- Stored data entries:
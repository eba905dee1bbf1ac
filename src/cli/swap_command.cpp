// bine swap: what to use instead of a sold-out variety, from the catalog or from the lots on hand,
// and how much of it.
#include <fmt/format.h>

#include <iostream>
#include <memory>

#include "cli/brew_day_option.hpp"
#include "cli/commands.hpp"
#include "engine/hop_index.hpp"
#include "engine/substitutes.hpp"
#include "io/file_io.hpp"
#include "io/loaders.hpp"
#include "model/errors.hpp"
#include "report/swap_report.hpp"
#include "report/timings.hpp"

namespace bine::cli {
namespace {

struct SwapOptions {
  std::string variety;
  std::string purpose = "aroma";
  std::string stock;
  std::string on;
  int top = 5;
  bool pairs = false;
  bool json = false;
  std::string html;
};

/// Checks every option, collects every problem, and returns the request (without catalog data).
SwapRequest validate(const SwapOptions& options, BrewDay& brew_day) {
  std::vector<std::string> problems;
  SwapRequest request;
  request.missing = options.variety;
  if (const auto purpose = swap_purpose_from(options.purpose))
    request.purpose = *purpose;
  else
    problems.push_back(fmt::format("--for: \"{}\": unknown question (expected aroma or bittering)", options.purpose));
  if (options.top < 1 || options.top > 100)
    problems.push_back(fmt::format("--top: {}: out of range (expected a whole number from 1 to 100)", options.top));
  else
    request.top = static_cast<std::size_t>(options.top);
  request.pairs = options.pairs;
  try {
    brew_day = brew_day_from_option(options.on);
    request.on = brew_day.date;
  } catch (const InputError& e) {
    problems.insert(problems.end(), e.lines().begin(), e.lines().end());
  }
  if (!options.on.empty() && options.stock.empty())
    problems.push_back(
        fmt::format("--on: {}: only used with --stock (expected --stock FILE to age its lots)", options.on));
  if (!problems.empty()) throw InputError(problems);
  return request;
}

int run_swap(const GlobalOptions& globals, const SwapOptions& options) {
  BrewDay brew_day;
  SwapRequest request = validate(options, brew_day);
  use_single_thread();  // one query: threads would only add start-up time

  // 1. Load: lexicon and catalogs, and the stock file when given.
  DataSet data;
  Stock stock;
  {
    PhaseTimer timer(globals.timings, "load data");
    data = globals.load();
    if (!options.stock.empty()) {
      stock = load_stock(options.stock);
      if (stock.name.empty()) stock.name = options.stock;
      request.stock = &stock;
    }
  }
  // 2. Compute: vectorise, index, search, re-score, amount factors, pairs.
  SwapResult result;
  {
    PhaseTimer timer(globals.timings, "vectorise, index and rank");
    result = find_substitutes(data.catalog, data.lexicon, request);
  }
  if (result.from_stock && brew_day.from_clock)
    result.notes.push_back(
        fmt::format("lot alpha aged to today, {} (set --on DATE for the brew day)", format_date(brew_day.date)));
  if (data.catalog.demo)
    result.notes.push_back("the shipped catalog is invented demo data: load your own with --catalog FILE for brewing");

  // 3. Render.
  PhaseTimer timer(globals.timings, "render");
  if (!options.html.empty())
    write_file_atomically(options.html, swap_html(result, globals.unit_system(), options.pairs));
  if (options.json)
    std::cout << swap_to_json(result, options.pairs).dump(2) << '\n';
  else
    render_swap(std::cout, result, globals.unit_system(), options.pairs);
  return 0;
}

}  // namespace

void setup_swap_command(CLI::App& app, const GlobalOptions& globals) {
  auto options = std::make_shared<SwapOptions>();
  auto* swap = app.add_subcommand("swap", "find substitutes for a variety you cannot get, and how much to use");
  swap->add_option("VARIETY", options->variety, "the variety to replace (case and accents do not matter)")->required();
  swap->add_option("--for", options->purpose, "the job the hop does: aroma (default) or bittering");
  swap->add_option("--stock", options->stock, "only lots on hand in this stock file, with their alpha today");
  swap->add_option("--on", options->on, "brew day, YYYY-MM-DD, to age stock lots to (default: today)");
  swap->add_option("--top", options->top, "how many substitutes to list (1-100, default 5)");
  swap->add_flag("--pairs", options->pairs, "also two-variety blends that match better than any single substitute");
  swap->add_flag("--json", options->json, "print one JSON document instead of tables");
  swap->add_option("--html", options->html, "also write a self-contained HTML report with aroma charts to FILE");
  swap->footer(
      "Similarity 0-100 weighs aroma, oil composition and chemistry (aroma question) or alpha,\n"
      "cohumulone and beta (bittering question). The amount factor is grams of substitute per gram\n"
      "of the missing variety: oil ratio for aroma, alpha ratio for bittering (so IBU holds).\n\n"
      "Examples:\n"
      "  bine swap Tidewell\n"
      "  bine swap Tidewell --stock stock.json --on 2026-12-01 --pairs\n"
      "  bine swap Keelstone --for bittering --top 3 --json\n"
      "  bine --units us swap Tidewell --html tidewell.html");
  swap->callback([&globals, options] { run_swap(globals, *options); });
}

}  // namespace bine::cli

- Work order:
Each line of the data is to be output exactly, with none skipped.

- Solved exercise:
repository eba905dee1bbf1ac
filename src/cli/swap_command.cpp
// bine swap: what to use instead of a sold-out variety, from the catalog or from the lots on hand,
// and how much of it.
#include <fmt/format.h>

#include <iostream>
#include <memory>

#include "cli/brew_day_option.hpp"
#include "cli/commands.hpp"
#include "engine/hop_index.hpp"
#include "engine/substitutes.hpp"
#include "io/file_io.hpp"
#include "io/loaders.hpp"
#include "model/errors.hpp"
#include "report/swap_report.hpp"
#include "report/timings.hpp"

namespace bine::cli {
namespace {

struct SwapOptions {
  std::string variety;
  std::string purpose = "aroma";
  std::string stock;
  std::string on;
  int top = 5;
  bool pairs = false;
  bool json = false;
  std::string html;
};

/// Checks every option, collects every problem, and returns the request (without catalog data).
SwapRequest validate(const SwapOptions& options, BrewDay& brew_day) {
  std::vector<std::string> problems;
  SwapRequest request;
  request.missing = options.variety;
  if (const auto purpose = swap_purpose_from(options.purpose))
    request.purpose = *purpose;
  else
    problems.push_back(fmt::format("--for: \"{}\": unknown question (expected aroma or bittering)", options.purpose));
  if (options.top < 1 || options.top > 100)
    problems.push_back(fmt::format("--top: {}: out of range (expected a whole number from 1 to 100)", options.top));
  else
    request.top = static_cast<std::size_t>(options.top);
  request.pairs = options.pairs;
  try {
    brew_day = brew_day_from_option(options.on);
    request.on = brew_day.date;
  } catch (const InputError& e) {
    problems.insert(problems.end(), e.lines().begin(), e.lines().end());
  }
  if (!options.on.empty() && options.stock.empty())
    problems.push_back(
        fmt::format("--on: {}: only used with --stock (expected --stock FILE to age its lots)", options.on));
  if (!problems.empty()) throw InputError(problems);
  return request;
}

int run_swap(const GlobalOptions& globals, const SwapOptions& options) {
  BrewDay brew_day;
  SwapRequest request = validate(options, brew_day);
  use_single_thread();  // one query: threads would only add start-up time

  // 1. Load: lexicon and catalogs, and the stock file when given.
  DataSet data;
  Stock stock;
  {
    PhaseTimer timer(globals.timings, "load data");
    data = globals.load();
    if (!options.stock.empty()) {
      stock = load_stock(options.stock);
      if (stock.name.empty()) stock.name = options.stock;
      request.stock = &stock;
    }
  }
  // 2. Compute: vectorise, index, search, re-score, amount factors, pairs.
  SwapResult result;
  {
    PhaseTimer timer(globals.timings, "vectorise, index and rank");
    result = find_substitutes(data.catalog, data.lexicon, request);
  }
  if (result.from_stock && brew_day.from_clock)
    result.notes.push_back(
        fmt::format("lot alpha aged to today, {} (set --on DATE for the brew day)", format_date(brew_day.date)));
  if (data.catalog.demo)
    result.notes.push_back("the shipped catalog is invented demo data: load your own with --catalog FILE for brewing");

  // 3. Render.
  PhaseTimer timer(globals.timings, "render");
  if (!options.html.empty())
    write_file_atomically(options.html, swap_html(result, globals.unit_system(), options.pairs));
  if (options.json)
    std::cout << swap_to_json(result, options.pairs).dump(2) << '\n';
  else
    render_swap(std::cout, result, globals.unit_system(), options.pairs);
  return 0;
}

}  // namespace

void setup_swap_command(CLI::App& app, const GlobalOptions& globals) {
  auto options = std::make_shared<SwapOptions>();
  auto* swap = app.add_subcommand("swap", "find substitutes for a variety you cannot get, and how much to use");
  swap->add_option("VARIETY", options->variety, "the variety to replace (case and accents do not matter)")->required();
  swap->add_option("--for", options->purpose, "the job the hop does: aroma (default) or bittering");
  swap->add_option("--stock", options->stock, "only lots on hand in this stock file, with their alpha today");
  swap->add_option("--on", options->on, "brew day, YYYY-MM-DD, to age stock lots to (default: today)");
  swap->add_option("--top", options->top, "how many substitutes to list (1-100, default 5)");
  swap->add_flag("--pairs", options->pairs, "also two-variety blends that match better than any single substitute");
  swap->add_flag("--json", options->json, "print one JSON document instead of tables");
  swap->add_option("--html", options->html, "also write a self-contained HTML report with aroma charts to FILE");
  swap->footer(
      "Similarity 0-100 weighs aroma, oil composition and chemistry (aroma question) or alpha,\n"
      "cohumulone and beta (bittering question). The amount factor is grams of substitute per gram\n"
      "of the missing variety: oil ratio for aroma, alpha ratio for bittering (so IBU holds).\n\n"
      "Examples:\n"
      "  bine swap Tidewell\n"
      "  bine swap Tidewell --stock stock.json --on 2026-12-01 --pairs\n"
      "  bine swap Keelstone --for bittering --top 3 --json\n"
      "  bine --units us swap Tidewell --html tidewell.html");
  swap->callback([&globals, options] { run_swap(globals, *options); });
}

}  // namespace bine::cli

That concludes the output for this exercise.